Exercise brief
In the records below, find the line containing "src, pos, posMax" and the line containing "let closed = false;"; please repeat exactly the lines from one to the other, both included, and nothing more.

====== Exercise input

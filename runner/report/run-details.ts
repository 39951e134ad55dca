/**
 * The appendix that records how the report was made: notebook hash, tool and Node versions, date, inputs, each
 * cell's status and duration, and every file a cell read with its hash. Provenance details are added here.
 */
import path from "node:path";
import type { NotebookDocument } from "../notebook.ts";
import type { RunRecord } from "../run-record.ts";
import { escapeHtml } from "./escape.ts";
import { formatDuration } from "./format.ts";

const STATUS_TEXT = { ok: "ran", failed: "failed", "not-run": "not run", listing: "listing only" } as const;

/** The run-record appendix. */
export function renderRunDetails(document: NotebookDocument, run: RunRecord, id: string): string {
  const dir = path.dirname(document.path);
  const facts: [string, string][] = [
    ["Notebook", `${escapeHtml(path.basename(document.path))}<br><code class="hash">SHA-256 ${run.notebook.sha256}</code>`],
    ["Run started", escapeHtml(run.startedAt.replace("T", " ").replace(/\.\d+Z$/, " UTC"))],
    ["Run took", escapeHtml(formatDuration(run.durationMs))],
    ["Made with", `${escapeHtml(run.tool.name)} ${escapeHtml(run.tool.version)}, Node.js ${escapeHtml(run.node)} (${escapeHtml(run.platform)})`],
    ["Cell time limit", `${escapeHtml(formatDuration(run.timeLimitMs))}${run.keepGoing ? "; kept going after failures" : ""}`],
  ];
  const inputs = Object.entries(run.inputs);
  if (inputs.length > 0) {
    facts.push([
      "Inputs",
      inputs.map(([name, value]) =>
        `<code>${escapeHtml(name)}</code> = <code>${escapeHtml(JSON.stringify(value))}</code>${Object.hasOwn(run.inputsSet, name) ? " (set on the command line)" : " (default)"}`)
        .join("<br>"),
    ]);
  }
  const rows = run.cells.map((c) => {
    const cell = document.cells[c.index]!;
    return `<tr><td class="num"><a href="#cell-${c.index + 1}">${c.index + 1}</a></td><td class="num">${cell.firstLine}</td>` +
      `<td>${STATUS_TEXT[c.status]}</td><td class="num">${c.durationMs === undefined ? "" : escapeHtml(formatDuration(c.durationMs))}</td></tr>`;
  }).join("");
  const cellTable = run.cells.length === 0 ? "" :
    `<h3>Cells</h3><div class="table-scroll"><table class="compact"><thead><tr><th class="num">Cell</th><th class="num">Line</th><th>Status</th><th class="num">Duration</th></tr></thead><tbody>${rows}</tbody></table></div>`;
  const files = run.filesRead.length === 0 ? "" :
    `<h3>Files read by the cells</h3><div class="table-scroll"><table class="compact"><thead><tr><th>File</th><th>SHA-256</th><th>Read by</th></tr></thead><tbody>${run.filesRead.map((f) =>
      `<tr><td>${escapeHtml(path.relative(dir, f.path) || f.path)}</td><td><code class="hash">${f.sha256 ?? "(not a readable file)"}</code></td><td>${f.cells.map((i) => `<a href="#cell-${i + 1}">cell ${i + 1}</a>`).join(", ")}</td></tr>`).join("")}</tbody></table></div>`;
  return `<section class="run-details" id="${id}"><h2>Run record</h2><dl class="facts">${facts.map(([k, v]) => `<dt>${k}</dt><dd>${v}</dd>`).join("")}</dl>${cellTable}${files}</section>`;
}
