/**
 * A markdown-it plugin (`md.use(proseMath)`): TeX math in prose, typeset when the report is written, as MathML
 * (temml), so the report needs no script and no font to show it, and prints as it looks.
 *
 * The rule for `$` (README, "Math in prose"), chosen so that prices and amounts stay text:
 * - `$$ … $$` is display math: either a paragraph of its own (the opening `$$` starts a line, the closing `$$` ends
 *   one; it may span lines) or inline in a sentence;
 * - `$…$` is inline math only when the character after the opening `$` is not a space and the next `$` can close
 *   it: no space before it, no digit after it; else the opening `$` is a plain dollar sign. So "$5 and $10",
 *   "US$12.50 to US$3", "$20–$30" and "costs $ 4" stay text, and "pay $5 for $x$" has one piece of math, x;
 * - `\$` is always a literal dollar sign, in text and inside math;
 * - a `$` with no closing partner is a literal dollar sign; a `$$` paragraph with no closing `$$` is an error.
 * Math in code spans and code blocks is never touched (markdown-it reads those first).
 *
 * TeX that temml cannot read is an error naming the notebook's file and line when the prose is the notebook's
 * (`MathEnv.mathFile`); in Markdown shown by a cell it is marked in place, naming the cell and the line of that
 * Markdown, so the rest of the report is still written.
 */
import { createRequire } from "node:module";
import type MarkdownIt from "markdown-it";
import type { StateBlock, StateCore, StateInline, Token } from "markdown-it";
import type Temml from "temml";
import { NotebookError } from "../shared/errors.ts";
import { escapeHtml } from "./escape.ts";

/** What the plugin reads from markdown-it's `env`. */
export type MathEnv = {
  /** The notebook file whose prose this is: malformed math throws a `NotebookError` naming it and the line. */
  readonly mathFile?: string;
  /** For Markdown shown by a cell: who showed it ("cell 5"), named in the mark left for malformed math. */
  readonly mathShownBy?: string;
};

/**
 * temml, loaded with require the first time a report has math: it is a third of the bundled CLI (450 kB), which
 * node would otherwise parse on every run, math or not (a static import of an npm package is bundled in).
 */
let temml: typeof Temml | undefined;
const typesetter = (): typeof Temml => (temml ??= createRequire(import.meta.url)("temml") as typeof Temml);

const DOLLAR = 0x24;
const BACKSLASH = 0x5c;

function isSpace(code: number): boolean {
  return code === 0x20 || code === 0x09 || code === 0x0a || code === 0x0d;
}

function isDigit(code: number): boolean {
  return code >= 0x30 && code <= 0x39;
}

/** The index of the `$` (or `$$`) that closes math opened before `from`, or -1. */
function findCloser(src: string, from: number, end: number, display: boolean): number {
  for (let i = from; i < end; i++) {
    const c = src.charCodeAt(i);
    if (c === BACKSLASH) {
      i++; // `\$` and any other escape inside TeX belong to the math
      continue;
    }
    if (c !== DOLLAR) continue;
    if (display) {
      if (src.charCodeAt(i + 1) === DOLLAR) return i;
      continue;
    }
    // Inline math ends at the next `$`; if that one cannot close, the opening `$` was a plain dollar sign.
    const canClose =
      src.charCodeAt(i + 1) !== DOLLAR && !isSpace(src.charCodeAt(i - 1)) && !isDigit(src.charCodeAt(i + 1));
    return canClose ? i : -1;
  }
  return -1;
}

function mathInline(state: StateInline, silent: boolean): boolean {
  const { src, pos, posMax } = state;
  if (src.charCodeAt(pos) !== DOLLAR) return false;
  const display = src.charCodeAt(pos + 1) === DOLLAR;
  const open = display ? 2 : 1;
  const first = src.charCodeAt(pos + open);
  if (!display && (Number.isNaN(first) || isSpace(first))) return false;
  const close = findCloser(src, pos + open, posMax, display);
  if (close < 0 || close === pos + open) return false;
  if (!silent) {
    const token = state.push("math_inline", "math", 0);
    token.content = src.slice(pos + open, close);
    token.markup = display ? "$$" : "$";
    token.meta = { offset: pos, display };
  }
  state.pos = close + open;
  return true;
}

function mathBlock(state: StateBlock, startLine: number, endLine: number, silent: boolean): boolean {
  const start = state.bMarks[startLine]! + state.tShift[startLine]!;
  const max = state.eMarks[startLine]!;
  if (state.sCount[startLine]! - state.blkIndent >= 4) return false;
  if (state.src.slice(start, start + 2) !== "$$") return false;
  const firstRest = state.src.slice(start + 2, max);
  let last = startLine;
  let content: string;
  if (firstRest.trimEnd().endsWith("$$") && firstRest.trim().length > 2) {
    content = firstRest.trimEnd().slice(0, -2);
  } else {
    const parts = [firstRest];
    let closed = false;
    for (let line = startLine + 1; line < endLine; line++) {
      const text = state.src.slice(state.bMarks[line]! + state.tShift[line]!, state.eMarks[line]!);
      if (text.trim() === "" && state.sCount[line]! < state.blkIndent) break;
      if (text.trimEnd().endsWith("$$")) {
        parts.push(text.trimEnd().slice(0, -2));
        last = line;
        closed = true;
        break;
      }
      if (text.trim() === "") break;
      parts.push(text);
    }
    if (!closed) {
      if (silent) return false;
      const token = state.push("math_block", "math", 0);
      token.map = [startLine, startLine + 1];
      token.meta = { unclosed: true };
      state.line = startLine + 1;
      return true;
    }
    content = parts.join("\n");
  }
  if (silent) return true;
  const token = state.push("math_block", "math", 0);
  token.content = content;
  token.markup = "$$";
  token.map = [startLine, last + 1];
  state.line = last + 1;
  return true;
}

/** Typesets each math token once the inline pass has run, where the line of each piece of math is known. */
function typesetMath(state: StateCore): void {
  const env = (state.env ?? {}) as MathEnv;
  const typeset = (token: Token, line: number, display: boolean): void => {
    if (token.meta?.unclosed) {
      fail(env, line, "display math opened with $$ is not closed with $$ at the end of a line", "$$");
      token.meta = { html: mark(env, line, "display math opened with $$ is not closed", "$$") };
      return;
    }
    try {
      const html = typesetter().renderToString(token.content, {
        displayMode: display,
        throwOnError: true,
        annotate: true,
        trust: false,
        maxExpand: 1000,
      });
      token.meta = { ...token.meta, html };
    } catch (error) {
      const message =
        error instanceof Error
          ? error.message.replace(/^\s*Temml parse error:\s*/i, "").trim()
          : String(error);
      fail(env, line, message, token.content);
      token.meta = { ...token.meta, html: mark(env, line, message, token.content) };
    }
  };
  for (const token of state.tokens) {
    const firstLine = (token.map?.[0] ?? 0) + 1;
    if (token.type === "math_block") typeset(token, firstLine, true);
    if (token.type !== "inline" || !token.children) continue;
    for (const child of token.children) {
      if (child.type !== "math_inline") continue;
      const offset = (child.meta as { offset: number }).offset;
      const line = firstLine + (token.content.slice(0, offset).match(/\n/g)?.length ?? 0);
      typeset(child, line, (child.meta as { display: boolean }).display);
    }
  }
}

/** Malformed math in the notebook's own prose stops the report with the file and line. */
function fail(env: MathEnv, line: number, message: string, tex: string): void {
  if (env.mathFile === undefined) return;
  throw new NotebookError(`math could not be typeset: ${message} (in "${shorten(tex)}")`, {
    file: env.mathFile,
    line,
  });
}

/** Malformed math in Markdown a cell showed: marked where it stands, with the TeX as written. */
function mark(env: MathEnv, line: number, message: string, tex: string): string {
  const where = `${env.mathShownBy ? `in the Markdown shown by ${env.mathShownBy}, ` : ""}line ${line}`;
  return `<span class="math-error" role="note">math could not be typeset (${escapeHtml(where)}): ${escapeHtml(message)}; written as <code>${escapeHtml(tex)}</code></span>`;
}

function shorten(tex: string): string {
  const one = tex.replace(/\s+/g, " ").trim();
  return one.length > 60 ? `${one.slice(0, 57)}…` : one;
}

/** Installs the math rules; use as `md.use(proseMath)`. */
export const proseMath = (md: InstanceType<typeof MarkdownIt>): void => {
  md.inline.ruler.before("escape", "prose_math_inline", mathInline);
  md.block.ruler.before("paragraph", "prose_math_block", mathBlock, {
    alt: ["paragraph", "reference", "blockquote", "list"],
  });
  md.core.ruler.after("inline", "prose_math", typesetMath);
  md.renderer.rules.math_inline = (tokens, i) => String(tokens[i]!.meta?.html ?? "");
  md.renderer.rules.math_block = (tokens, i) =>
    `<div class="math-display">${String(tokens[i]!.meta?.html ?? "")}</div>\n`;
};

============

Written solution
  const { src, pos, posMax } = state;
  if (src.charCodeAt(pos) !== DOLLAR) return false;
  const display = src.charCodeAt(pos + 1) === DOLLAR;
  const open = display ? 2 : 1;
  const first = src.charCodeAt(pos + open);
  if (!display && (Number.isNaN(first) || isSpace(first))) return false;
  const close = findCloser(src, pos + open, posMax, display);
  if (close < 0 || close === pos + open) return false;
  if (!silent) {
    const token = state.push("math_inline", "math", 0);
    token.content = src.slice(pos + open, close);
    token.markup = display ? "$$" : "$";
    token.meta = { offset: pos, display };
  }
  state.pos = close + open;
  return true;
}

function mathBlock(state: StateBlock, startLine: number, endLine: number, silent: boolean): boolean {
  const start = state.bMarks[startLine]! + state.tShift[startLine]!;
  const max = state.eMarks[startLine]!;
  if (state.sCount[startLine]! - state.blkIndent >= 4) return false;
  if (state.src.slice(start, start + 2) !== "$$") return false;
  const firstRest = state.src.slice(start + 2, max);
  let last = startLine;
  let content: string;
  if (firstRest.trimEnd().endsWith("$$") && firstRest.trim().length > 2) {
    content = firstRest.trimEnd().slice(0, -2);
  } else {
    const parts = [firstRest];
    let closed = false;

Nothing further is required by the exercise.